**Task goal:** Without any alteration, retype the records that appear below.
******
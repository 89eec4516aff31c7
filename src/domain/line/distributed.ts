import { brent } from '../numerics/brent';
import { answer, type Answer } from '../units/answer';
import { checkNumber } from '../units/check-number';
import { firstRefusal, mapResult, refused, ok, type Result } from '../units/result';
import { INDUCTANCE_RULE } from './rules';

const CAPACITANCE_RULE = {
  field: 'capacitance_F',
  name: 'Capacitance',
  unit: 'F',
  min: 1e-15,
  max: 1,
} as const;
const IMPEDANCE = { unit: '\u2126', min: 1e-6, max: 1e9 } as const;

/** A charged sheet that is shorted through a gap. */
export interface ShortedSheet {
  readonly gap_H: number;
  /** Of the sheet itself, from its shorted to its open end. */
  readonly sheet_H: number;
  readonly capacitance_F: number;
}

/**
 * Half period of the lowest ring of a charged sheet shorted through a gap, s: pi sqrt(L_sheet C)/x with
 * x tan x = L_sheet/L_gap. Exact for a line; a circuit with L_gap + L_sheet/3 comes within 0.7 % while the sheet has no
 * more inductance than the gap.
 */
export function distributedHalfPeriod({ gap_H, sheet_H, capacitance_F }: ShortedSheet): Result<Answer> {
  const bad = firstRefusal([
    checkNumber(gap_H, { ...INDUCTANCE_RULE, field: 'gap_H', name: 'Inductance of the gap' }),
    checkNumber(sheet_H, { ...INDUCTANCE_RULE, field: 'sheet_H', name: 'Inductance of the sheet' }),
    checkNumber(capacitance_F, CAPACITANCE_RULE),
  ]);
  if (bad !== undefined) return refused(bad);
  const ratio = sheet_H / gap_H;
  // x sin x = ratio cos x has no pole to step over.
  const root = brent((x) => x * Math.sin(x) - ratio * Math.cos(x), { low: 0, high: Math.PI / 2 });
  return mapResult(root, (x) =>
    answer({
      value: (Math.PI * Math.sqrt(sheet_H * capacitance_F)) / x,
      unit: 's',
      relative: 0.1,
      model: 'Lowest ring of a line shorted through an inductance',
      valid: 'current along one direction of the sheet; gap resistance left out',
    }),
  );
}

/**
 * Voltage that a Blumlein of two equal lines puts on its load, V: 2 V0 R/(R + 2 Z0), flat for twice the transit. An
 * ideal switch is meant: a gap of millimetres is slower than the transit of a sheet.
 */
export function blumleinLoadVoltage(blumlein: {
  readonly charge_V: number;
  readonly load_ohm: number;
  readonly line_ohm: number;
}): Result<Answer> {
  const { charge_V, load_ohm, line_ohm } = blumlein;
  const bad = firstRefusal([
    checkNumber(charge_V, { field: 'charge_V', name: 'Charging voltage', unit: 'V', min: 0, max: 1e7 }),
    checkNumber(load_ohm, { field: 'load_ohm', name: 'Load', ...IMPEDANCE }),
    checkNumber(line_ohm, { field: 'line_ohm', name: 'Impedance of one line', ...IMPEDANCE }),
  ]);
  if (bad !== undefined) return refused(bad);
  return ok(
    answer({
      value: (2 * charge_V * load_ohm) / (load_ohm + 2 * line_ohm),
      unit: 'V',
      relative: { below: 0.5, above: 0 },
      model: 'Two equal lines, ideal switch',
      valid: 'a switch far faster than twice the transit, which a single gap of millimetres is not',
      warnings: [
        { type: 'ideal-switch', words: 'A ceiling: the gap\u2019s own rise lowers it and rounds the pulse.' },
      ],
    }),
  );
}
******
**Problem solution:**
repository 89eec4516aff31c7
filename src/domain/line/distributed.ts
import { brent } from '../numerics/brent';
import { answer, type Answer } from '../units/answer';
import { checkNumber } from '../units/check-number';
import { firstRefusal, mapResult, refused, ok, type Result } from '../units/result';
import { INDUCTANCE_RULE } from './rules';

const CAPACITANCE_RULE = {
  field: 'capacitance_F',
  name: 'Capacitance',
  unit: 'F',
  min: 1e-15,
  max: 1,
} as const;
const IMPEDANCE = { unit: '\u2126', min: 1e-6, max: 1e9 } as const;

/** A charged sheet that is shorted through a gap. */
export interface ShortedSheet {
  readonly gap_H: number;
  /** Of the sheet itself, from its shorted to its open end. */
  readonly sheet_H: number;
  readonly capacitance_F: number;
}

/**
 * Half period of the lowest ring of a charged sheet shorted through a gap, s: pi sqrt(L_sheet C)/x with
 * x tan x = L_sheet/L_gap. Exact for a line; a circuit with L_gap + L_sheet/3 comes within 0.7 % while the sheet has no
 * more inductance than the gap.
 */
export function distributedHalfPeriod({ gap_H, sheet_H, capacitance_F }: ShortedSheet): Result<Answer> {
  const bad = firstRefusal([
    checkNumber(gap_H, { ...INDUCTANCE_RULE, field: 'gap_H', name: 'Inductance of the gap' }),
    checkNumber(sheet_H, { ...INDUCTANCE_RULE, field: 'sheet_H', name: 'Inductance of the sheet' }),
    checkNumber(capacitance_F, CAPACITANCE_RULE),
  ]);
  if (bad !== undefined) return refused(bad);
  const ratio = sheet_H / gap_H;
  // x sin x = ratio cos x has no pole to step over.
  const root = brent((x) => x * Math.sin(x) - ratio * Math.cos(x), { low: 0, high: Math.PI / 2 });
  return mapResult(root, (x) =>
    answer({
      value: (Math.PI * Math.sqrt(sheet_H * capacitance_F)) / x,
      unit: 's',
      relative: 0.1,
      model: 'Lowest ring of a line shorted through an inductance',
      valid: 'current along one direction of the sheet; gap resistance left out',
    }),
  );
}

/**
 * Voltage that a Blumlein of two equal lines puts on its load, V: 2 V0 R/(R + 2 Z0), flat for twice the transit. An
 * ideal switch is meant: a gap of millimetres is slower than the transit of a sheet.
 */
export function blumleinLoadVoltage(blumlein: {
  readonly charge_V: number;
  readonly load_ohm: number;
  readonly line_ohm: number;
}): Result<Answer> {
  const { charge_V, load_ohm, line_ohm } = blumlein;
  const bad = firstRefusal([
    checkNumber(charge_V, { field: 'charge_V', name: 'Charging voltage', unit: 'V', min: 0, max: 1e7 }),
    checkNumber(load_ohm, { field: 'load_ohm', name: 'Load', ...IMPEDANCE }),
    checkNumber(line_ohm, { field: 'line_ohm', name: 'Impedance of one line', ...IMPEDANCE }),
  ]);
  if (bad !== undefined) return refused(bad);
  return ok(
    answer({
      value: (2 * charge_V * load_ohm) / (load_ohm + 2 * line_ohm),
      unit: 'V',
      relative: { below: 0.5, above: 0 },
      model: 'Two equal lines, ideal switch',
      valid: 'a switch far faster than twice the transit, which a single gap of millimetres is not',
      warnings: [
        { type: 'ideal-switch', words: 'A ceiling: the gap\u2019s own rise lowers it and rounds the pulse.' },
      ],
    }),
  );
}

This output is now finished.